Yep scrap crap market has sure taken a plunge... we don't get anything for printers- ink or laser. CRTs have become a liability as well. Haven't actually been able to start charging for anything, but that time is coming.
Nice to meet another scrapper. I'm in the Tulsa area. 
Take care


----------



## Chumbawamba (Feb 11, 2009)

Hey Harvester.

Here in California we are lucky in that we get $.20/lbs from the State for recycling CRTs. It's subsidized the same way cans/bottles are in most states: i.e. you pay an upfront deposit and then redeem it when you recycle, except in the case of monitors, televisions, etc. (and this applies to CRT models, which are now almost extinct as far as new products, as well as LCD, plasma, projection, etc.) you pay an added recycling fee when you purchase the good and then theoretically you should be able to recycle the product for free when you're done with it.
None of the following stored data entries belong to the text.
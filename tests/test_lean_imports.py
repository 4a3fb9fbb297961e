"""``peaksift._lean_imports.scipy_special``: scipy.special imported without numpy's unused
lazily loaded submodules, and numpy and scipy working as before afterwards.

Run in a fresh interpreter (a test session has scipy loaded long before)."""

from __future__ import annotations

import json
import os
import subprocess
import sys
from pathlib import Path

SRC = Path(__file__).resolve().parents[1] / "src"

_SCRIPT = r"""
import json, math, sys
from peaksift._lean_imports import scipy_special
special = scipy_special()
skipped = [m for m in ("numpy.f2py", "numpy.testing", "numpy.matlib") if m in sys.modules]
import numpy as np
import scipy._lib._array_api as aa
xp = aa.np_compat
out = {
    "skipped_loaded": skipped,
    "ndtr": float(special.ndtr(1.3)),
    "erf_ref": 0.5 * (1.0 + math.erf(1.3 / math.sqrt(2.0))),
    "gammaln": float(special.gammaln(7.5)),
    "lgamma_ref": math.lgamma(7.5),
    # numpy's own lazy loading answers again, and the shim's copies load the real modules
    "np_f2py_real": type(np.f2py).__name__ == "module" and hasattr(np.f2py, "run_main"),
    "np_ma": float(np.ma.masked_array([1.0, 2.0, 3.0], mask=[0, 1, 0]).sum()),
    "xp_ma": float(xp.ma.masked_array([1.0, 2.0], mask=[1, 0]).sum()),
    "np_poly": float(np.polynomial.Polynomial([1.0, 2.0, 3.0])(2.0)),
    "again_same": scipy_special() is special,
}
print(json.dumps(out))
"""


def test_scipy_special_without_numpys_unused_submodules():
    """In a fresh process: f2py, testing and matlib are not loaded by the import; scipy's
    functions against the standard library (``math.erf``: Phi(x) = (1 + erf(x / sqrt 2)) /
    2, Abramowitz and Stegun 26.2.29; ``math.lgamma``) to 1e-14; numpy's masked arrays and
    polynomials (closed forms: 1 + 3 = 4, 2, 1 + 2*2 + 3*4 = 17) work afterwards, through
    numpy and through scipy's copy of its namespace."""
    env = {**os.environ, "PYTHONPATH": str(SRC)}
    done = subprocess.run([sys.executable, "-c", _SCRIPT], env=env, capture_output=True,
                          text=True, check=True, timeout=300)
    got = json.loads(done.stdout.strip().splitlines()[-1])
    assert got["skipped_loaded"] == []
    assert abs(got["ndtr"] - got["erf_ref"]) <= 1e-14
    assert abs(got["gammaln"] - got["lgamma_ref"]) <= 1e-13
    assert got["np_f2py_real"]
    assert got["np_ma"] == 4.0 and got["xp_ma"] == 2.0 and got["np_poly"] == 17.0
    assert got["again_same"]


_DOCS = r"""
import json, sys
lean = sys.argv[1] == "lean"
if lean:
    from peaksift._lean_imports import scipy_special
    special = scipy_special()
else:
    import scipy.special as special
import scipy._lib._array_api as aa
import numpy as np
x = np.linspace(-3.0, 3.0, 13)
print(json.dumps({
    "all": sorted(special.__all__),
    "table": sorted(getattr(f, "__name__", str(f)) for f in aa.xp_capabilities_table),
    "erf_doc": special.erf.__doc__ or "",
    "values": [float(v) for v in np.concatenate([special.erf(x), special.ndtri((x + 3.5) / 7.0),
                                                 special.gammaln(x + 4.0)])],
    "restored": aa.FunctionDoc.__name__,
}))
"""


def test_scipy_special_docstrings_left_as_they_are():
    """Against ``import scipy.special`` done the usual way in another fresh process (the
    reference): the same public names, the same table of array-library capabilities
    (scipy's own tests read it), the same values of erf, ndtri and gammaln on a grid
    (exactly: the same compiled functions); only the capability note scipy adds to each
    docstring ("Array API Standard Support") is left out, scipy's own text kept; scipy's
    docstring parser is back in place afterwards."""
    env = {**os.environ, "PYTHONPATH": str(SRC)}

    def run(mode: str) -> dict:
        done = subprocess.run([sys.executable, "-c", _DOCS, mode], env=env,
                              capture_output=True, text=True, check=True, timeout=300)
        return json.loads(done.stdout.strip().splitlines()[-1])

    lean, plain = run("lean"), run("plain")
    assert lean["all"] == plain["all"] and len(lean["all"]) > 100
    assert lean["table"] == plain["table"] and "erf" in lean["table"]
    assert lean["values"] == plain["values"]
    assert "Array API Standard Support" in plain["erf_doc"]
    assert "Array API Standard Support" not in lean["erf_doc"]
    assert "Returns the error function" in lean["erf_doc"]
    assert lean["restored"] == "FunctionDoc"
Unlike with cans/bottles though, any display product no matter how old is eligible, as long as it is sourced from within the state of California.

Before the program I used to charge $10 for small CRTs, $15 for large. I used to charge anywhere from $20-$35 per TV, depending on size. I made a lot more money back then. Now I barely scrape by. Another example of government welfare hurting business, though I admit it is much better for the consumer, and I am sensitive to that, but the processors got screwed.

Anyway, the reason for this posting is to follow up on your printer harvest. I decided to dismantle an HP printer yesterday thinking I would come up with the same materials you did in the photo above but I had a different model. It only had the gold-plated contact film in the back of the carthridge carriage rather than the spring-loaded pins. However, I did find another previously unknown (to me) source.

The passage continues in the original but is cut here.